What they neglect to tell you is (the powers that be). That after a few years of working here, those foreign workers return home, and live like kings with the exchange rate on the money they saved up.

maybe we should do the same, sell all our accumulated wealth (if you have any) and move to the Philippians or Mexico, and live like kings.:yes:


----------



## sdrdrywall (Sep 4, 2010)

Come on 2 buck they're not letting your cracker a** stay down there unless you got a pocket of pesos to keep them in money.but if you do find a place let me know we've been thinking about moving ourselves .I wanted to move back to Ontario bit the wife wants no part of it.


----------



## 2buckcanuck (Jul 9, 2010)

sdrdrywall said:


> Come on 2 buck they're not letting your cracker a** stay down there unless you got a pocket of pesos to keep them in money.but if you do find a place let me know we've been thinking about moving ourselves .I wanted to move back to Ontario bit the wife wants no part of it.


Your a Canuck


----------



## gam026 (Aug 14, 2011)

Apparently they only keep 30 bucks a week for themselvs and send the rest back home.


----------



## sdrdrywall (Sep 4, 2010)

2buckcanuck said:


> Your a Canuck


Yup till I was 6 most of my family that's left are still there parents had to move to the states when my grandparents got ill


----------



## 2buckcanuck (Jul 9, 2010)

gam026 said:


> Apparently they only keep 30 bucks a week for themselvs and send the rest back home.
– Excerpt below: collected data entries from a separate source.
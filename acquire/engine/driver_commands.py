"""What the engine asks the daemon to do: one frozen type per command, no field by context.

The engine issues these (:meth:`Engine.take_commands`); the daemon carries them out on the
electrometer or the bench, and a replay sends the electrometer's to the played-back driver.
``action`` names each command as the instrument profiles name it (``zero``, ``start``, ``stop``,
``set_bias``) or, for the bench, as the daemon logs it (``beam``, ``bench_bias``).
"""

from __future__ import annotations

from dataclasses import dataclass
from typing import ClassVar


@dataclass(frozen=True, slots=True)
class Zero:
    """Zero (reset) the electrometer's integrated charge before a reading."""

    action: ClassVar[str] = "zero"


@dataclass(frozen=True, slots=True)
class StartIntegration:
    """Start integrating charge."""

    action: ClassVar[str] = "start"


@dataclass(frozen=True, slots=True)
class StopIntegration:
    """Stop integrating charge."""

    action: ClassVar[str] = "stop"


@dataclass(frozen=True, slots=True)
class SetBias:
    """Set the chamber bias remotely to ``bias_V`` (V, signed)."""

    bias_V: float
    action: ClassVar[str] = "set_bias"


@dataclass(frozen=True, slots=True)
class DeliverBeam:
    """Have the bench (the simulated linac) deliver ``monitor_units`` MU."""

    monitor_units: float
    action: ClassVar[str] = "beam"


@dataclass(frozen=True, slots=True)
class TurnBiasSwitch:
    """Have the bench turn the bias switch the operator confirmed to ``bias_V`` (V, signed)."""

    bias_V: float
    action: ClassVar[str] = "bench_bias"


#: Commands for the electrometer (a replay sends these to the played-back driver).
InstrumentCommand = Zero | StartIntegration | StopIntegration | SetBias
#: Commands for the bench, which stands in for the treatment machine and the operator's hand.
BenchCommand = DeliverBeam | TurnBiasSwitch
#: Anything the engine asks the daemon to do.
Command = InstrumentCommand | BenchCommand
#: The bench commands' types, for ``isinstance``.
BENCH_COMMANDS = (DeliverBeam, TurnBiasSwitch)


__all__ = [
    "BENCH_COMMANDS",
    "BenchCommand",
    "Command",
    "DeliverBeam",
    "InstrumentCommand",
    "SetBias",
    "StartIntegration",
    "StopIntegration",
    "TurnBiasSwitch",
    "Zero",
]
I grew up in the Tobacco belt, I picked,,,, I mean primed tobacco. We seen the Jamaicans come in,and slowly take things over. No one really bitched about it, It's not like most of us were going to make it a career out of it. Most of us understood why the farmers were going that root. It's not that the Jamaicans were better workers than us Canucks ( although they didn't whine when the weather got hot like us canucks did:whistling2. It was more cost effective for them. They had the same workers come back year after year, and they could work start to finish the WHOLE season. To hire locals, you hired new workers for planting, harvest and grading so on,,,,, bottom line, it was seasonal un-skilled work.

Problem with what your talking about gam, is they think were general labour, not skilled labour. So they will bring in labour that will drive the price down, screwing over guys like you and me. The skilled labour.
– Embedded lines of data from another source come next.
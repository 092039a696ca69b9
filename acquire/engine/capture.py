"""Capture of one reading from the electrometer's sample stream.

Three ways a reading is captured (the ``capture`` column of the store):

* ``auto``: end-of-beam detection. After the electrometer is armed, the integrated charge rises
  above ``rise_threshold_nC`` (the beam is on), then holds flat within the flatness tolerance
  for ``hold_s`` seconds (the beam is off): the reading is the last charge seen. A timed
  integration (leakage, no beam) is also ``auto``: the reading is the charge after its duration.
* ``pushed``: the instrument itself sends a completed reading (``Sample.complete``).
* ``manual``: the operator captures the charge integrated so far.

An auto-reset instrument (``resets_itself``) zeroes its integrator once it has pushed a
completed reading. If that line never arrives (garbled on the wire, refused by the driver), the
charge falls from the beam's back to where it started: the reading is ``lost`` (never stored:
the engine drops it), where end-of-beam detection would take the reset integrator's charge.

Pure: no I/O and no clock of its own; times are the instrument clock's seconds passed in.
"""

from __future__ import annotations

import enum
from collections.abc import Sequence
from dataclasses import dataclass, replace
from typing import Any

from chargebook.acquire.protocol import ReadingPhase
from chargebook.acquire.session.plan import Plan


class CaptureKind(enum.StrEnum):
    AUTO = "auto"
    PUSHED = "pushed"
    MANUAL = "manual"
    #: not a reading (never stored): an auto-reset instrument reset itself before its
    #: completed reading was received
    LOST = "lost"


@dataclass(frozen=True, slots=True)
class CaptureSettings:
    """Thresholds of end-of-beam detection (defaults: common practice for ~20 nC readings).

    ``rise_threshold_nC``: charge change from the armed value that means the beam is on.
    ``flat_tolerance_pct`` / ``flat_tolerance_nC``: the charge counts as flat while it stays
    within the larger of these (percent of the charge, or nC) of the start of the flat stretch.
    ``hold_s``: how long it must stay flat before end of beam is declared, in seconds.
    """

    rise_threshold_nC: float = 0.05
    flat_tolerance_pct: float = 0.02
    flat_tolerance_nC: float = 0.001
    hold_s: float = 1.0

    def __post_init__(self) -> None:
        for name in ("rise_threshold_nC", "flat_tolerance_pct", "flat_tolerance_nC", "hold_s"):
            value = getattr(self, name)
            if not value > 0:
                raise ValueError(f"{name} = {value!r} is not allowed: expected a number > 0")


@dataclass(frozen=True, slots=True)
class Captured:
    """A finished reading: its charge in nC, the instrument time it was taken, how."""

    charge_nC: float
    t_s: float
    capture: CaptureKind
    integration_s: float  # from arming to capture


class ReadingCapture:
    """Follows one reading from arming to capture; feed it samples and clock ticks.

    ``timed_s`` set: a timed integration (no beam) that ends ``timed_s`` seconds after arming.
    ``baseline_nC``: the charge at arming when known (0 after the integrator was zeroed), so a
    beam already under way at the first sample is still seen rising; None takes the first sample.
    ``resets_itself``: the instrument zeroes itself after a completed reading it pushes (see the
    module docstring: a fall back to the baseline after the rise is a lost reading).
    """

    def __init__(
        self,
        settings: CaptureSettings,
        armed_t_s: float,
        timed_s: float | None = None,
        baseline_nC: float | None = None,
        resets_itself: bool = False,
    ):
        self.settings = settings
        self.resets_itself = resets_itself
        self.armed_t_s = armed_t_s
        self.timed_s = timed_s
        self.phase = ReadingPhase.TIMED if timed_s is not None else ReadingPhase.ARMED
        self.baseline_nC = baseline_nC
        self.last_charge_nC: float | None = None
        self.last_t_s: float | None = None
        self._flat_ref_nC = 0.0
        self._flat_since_s = armed_t_s

    def feed(self, t_s: float, charge_nC: float, complete: bool = False) -> Captured | None:
        """Take one sample; return the reading if this sample completes it.

        A sample received before the reading was armed (a stale line) is ignored.
        """
        if t_s < self.armed_t_s:
            return None
        if self.baseline_nC is None:
            self.baseline_nC = charge_nC
        if not complete and self._reset_seen(charge_nC):
            return self._done(CaptureKind.LOST, t_s)  # the charge the beam had brought, kept
        self.last_charge_nC, self.last_t_s = charge_nC, t_s
        if complete:
            return self._done(CaptureKind.PUSHED, t_s)
        if self.phase is ReadingPhase.TIMED:
            return self.tick(t_s)
        if self.phase is ReadingPhase.ARMED:
            if abs(charge_nC - self.baseline_nC) > self.settings.rise_threshold_nC:
                self.phase = ReadingPhase.RISING
                self._flat_ref_nC, self._flat_since_s = charge_nC, t_s
            return None
        tolerance = max(
            self.settings.flat_tolerance_nC,
            abs(self._flat_ref_nC) * self.settings.flat_tolerance_pct / 100.0,
        )
        if abs(charge_nC - self._flat_ref_nC) > tolerance:
            self.phase = ReadingPhase.RISING
            self._flat_ref_nC, self._flat_since_s = charge_nC, t_s
            return None
        self.phase = ReadingPhase.HOLDING
        return self.tick(t_s)

    def feed_run(self, samples: Sequence[Any]) -> tuple[int, Captured | None, dict[str, Any]]:
        """Feed samples (each with ``t_s``, ``charge_nC`` and ``complete``) in order until one
        completes the reading: as :meth:`feed` for each, in one call. Return (how many were fed,
        the reading or None, this capture's state before the last sample fed, to put back if
        the reading cannot be recorded; {} when no sample completed it).

        A sample that cannot complete the reading (see :meth:`_may_complete`) is fed without a
        copy of the state: of a timed integration only its charge and time are kept here.
        """
        start = self._take_timed(samples) if self.phase is ReadingPhase.TIMED else 0
        for index in range(start, len(samples)):
            sample = samples[index]
            t_s = sample.t_s
            if t_s < self.armed_t_s:
                continue  # a stale line, ignored as feed ignores it
            if not self._may_complete(t_s, sample.complete, sample.charge_nC):
                if self.phase is ReadingPhase.TIMED:
                    if self.baseline_nC is None:
                        self.baseline_nC = sample.charge_nC
                    self.last_charge_nC, self.last_t_s = sample.charge_nC, t_s
                else:
                    self.feed(t_s, sample.charge_nC, sample.complete)
                continue
            before = vars(self).copy()
            captured = self.feed(t_s, sample.charge_nC, sample.complete)
            if captured is not None:
                return index + 1, captured, before
        return len(samples), None, {}

    def _take_timed(self, samples: Sequence[Any]) -> int:
        """Take the samples of a timed integration up to the first that may complete it (as
        :meth:`feed_run` takes each, in one tight loop: a streaming instrument pushes thousands
        while it integrates); return that sample's index (the count when none may)."""
        armed_t_s, timed_s = self.armed_t_s, self.timed_s
        last, stop = None, len(samples)
        for index, sample in enumerate(samples):
            t_s = sample.t_s
            if t_s < armed_t_s:
                continue  # a stale line, ignored as feed ignores it
            if sample.complete or (timed_s is not None and t_s - armed_t_s >= timed_s):
                stop = index
                break
            if last is None and self.baseline_nC is None:
                self.baseline_nC = sample.charge_nC
            last = sample
        if last is not None:
            self.last_charge_nC, self.last_t_s = last.charge_nC, last.t_s
        return stop

    def _may_complete(self, t_s: float, complete: bool, charge_nC: float) -> bool:
        """Return False when a sample at ``t_s`` (not stale) of ``charge_nC`` surely does not
        complete the reading: :meth:`feed` completes one only when it is marked complete, when a
        timed integration's time is up, when the charge has held flat for the hold time, or
        when an auto-reset instrument's charge fell back to the baseline (a lost reading)."""
        if complete or (self.resets_itself and self._reset_seen(charge_nC)):
            return True  # (resets_itself first: no call per sample of a plain instrument)
        if self.phase is ReadingPhase.TIMED:
            return self.timed_s is not None and t_s - self.armed_t_s >= self.timed_s
        if self.phase is ReadingPhase.ARMED:
            return False
        return t_s - self._flat_since_s >= self.settings.hold_s or self.phase is ReadingPhase.IDLE

    def _reset_seen(self, charge_nC: float) -> bool:
        """Return True if ``charge_nC`` (nC) shows that an auto-reset instrument zeroed itself
        after the beam: the charge rose, and is now back within the rise threshold of the
        baseline (nothing else takes the charge an integrator holds back down)."""
        return (
            self.resets_itself
            and self.phase in (ReadingPhase.RISING, ReadingPhase.HOLDING)
            and self.baseline_nC is not None
            and abs(charge_nC - self.baseline_nC) <= self.settings.rise_threshold_nC
        )

    def tick(self, now_s: float) -> Captured | None:
        """Return the reading if the hold time (or the timed duration) has passed at ``now_s``."""
        if self.last_charge_nC is None:
            return None
        if self.phase is ReadingPhase.TIMED:
            if self.timed_s is not None and now_s - self.armed_t_s >= self.timed_s:
                return self._done(CaptureKind.AUTO, now_s)
            return None
        held_s = now_s - self._flat_since_s
        if self.phase is ReadingPhase.HOLDING and held_s >= self.settings.hold_s:
            return self._done(CaptureKind.AUTO, now_s)
        return None

    def capture_now(self, now_s: float) -> Captured | None:
        """Return the charge integrated so far as a manual reading (None before any sample)."""
        if self.last_charge_nC is None:
            return None
        return self._done(CaptureKind.MANUAL, now_s)

    def _done(self, kind: CaptureKind, t_s: float) -> Captured:
        assert self.last_charge_nC is not None
        self.phase = ReadingPhase.IDLE
        return Captured(self.last_charge_nC, t_s, kind, max(0.0, t_s - self.armed_t_s))


#: The shortest hold time after scaling, s: a few polls of a query-mode electrometer.
MIN_SCALED_HOLD_S = 0.15


def capture_settings(plan: Plan, time_scale: float = 1.0) -> CaptureSettings:
    """Return the end-of-beam settings: the engine's defaults with the plan's overrides.

    ``time_scale`` (< 1 for a simulated electrometer running faster than real time) shortens
    the hold time, but not below MIN_SCALED_HOLD_S.
    """
    settings = CaptureSettings(**plan.capture.overrides())
    if time_scale == 1.0:
        return settings
    hold_s = max(settings.hold_s * time_scale, min(settings.hold_s, MIN_SCALED_HOLD_S))
    return replace(settings, hold_s=hold_s)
Maybe you should offer them 50 bucks a week, they can keep,,,,, start a labour war:whistling2:


----------



## 2buckcanuck (Jul 9, 2010)

sdrdrywall said:


> Yup till I was 6 most of my family that's left are still there parents had to move to the states when my grandparents got ill


Well ,,, technically,,,, you could kind of say I'm of American decent line. My one ancestor from Pennsylvania, sent his younger brother with his kids to Ontario during the war of Independence. But un-like your wife, they liked it here and stayed:whistling2:

So does that mean your truly a Toronto Maple leafs fan deep down inside:thumbup:


----------



## sdrdrywall (Sep 4, 2010)

2buckcanuck said:


> Well ,,, technically,,,, you could kind of say I'm of American decent line. My one ancestor from Pennsylvania, sent his younger brother with his kids to Ontario during the war of Independence. But un-like your wife, they liked it here and stayed:whistling2:
> 
> So does that mean your truly a Toronto Maple leafs fan deep down inside:thumbup:


she would probably go if her family wasn't here my 9 year old drives my crazy to go visit .and I hate to say it but I'm a bruins fan


----------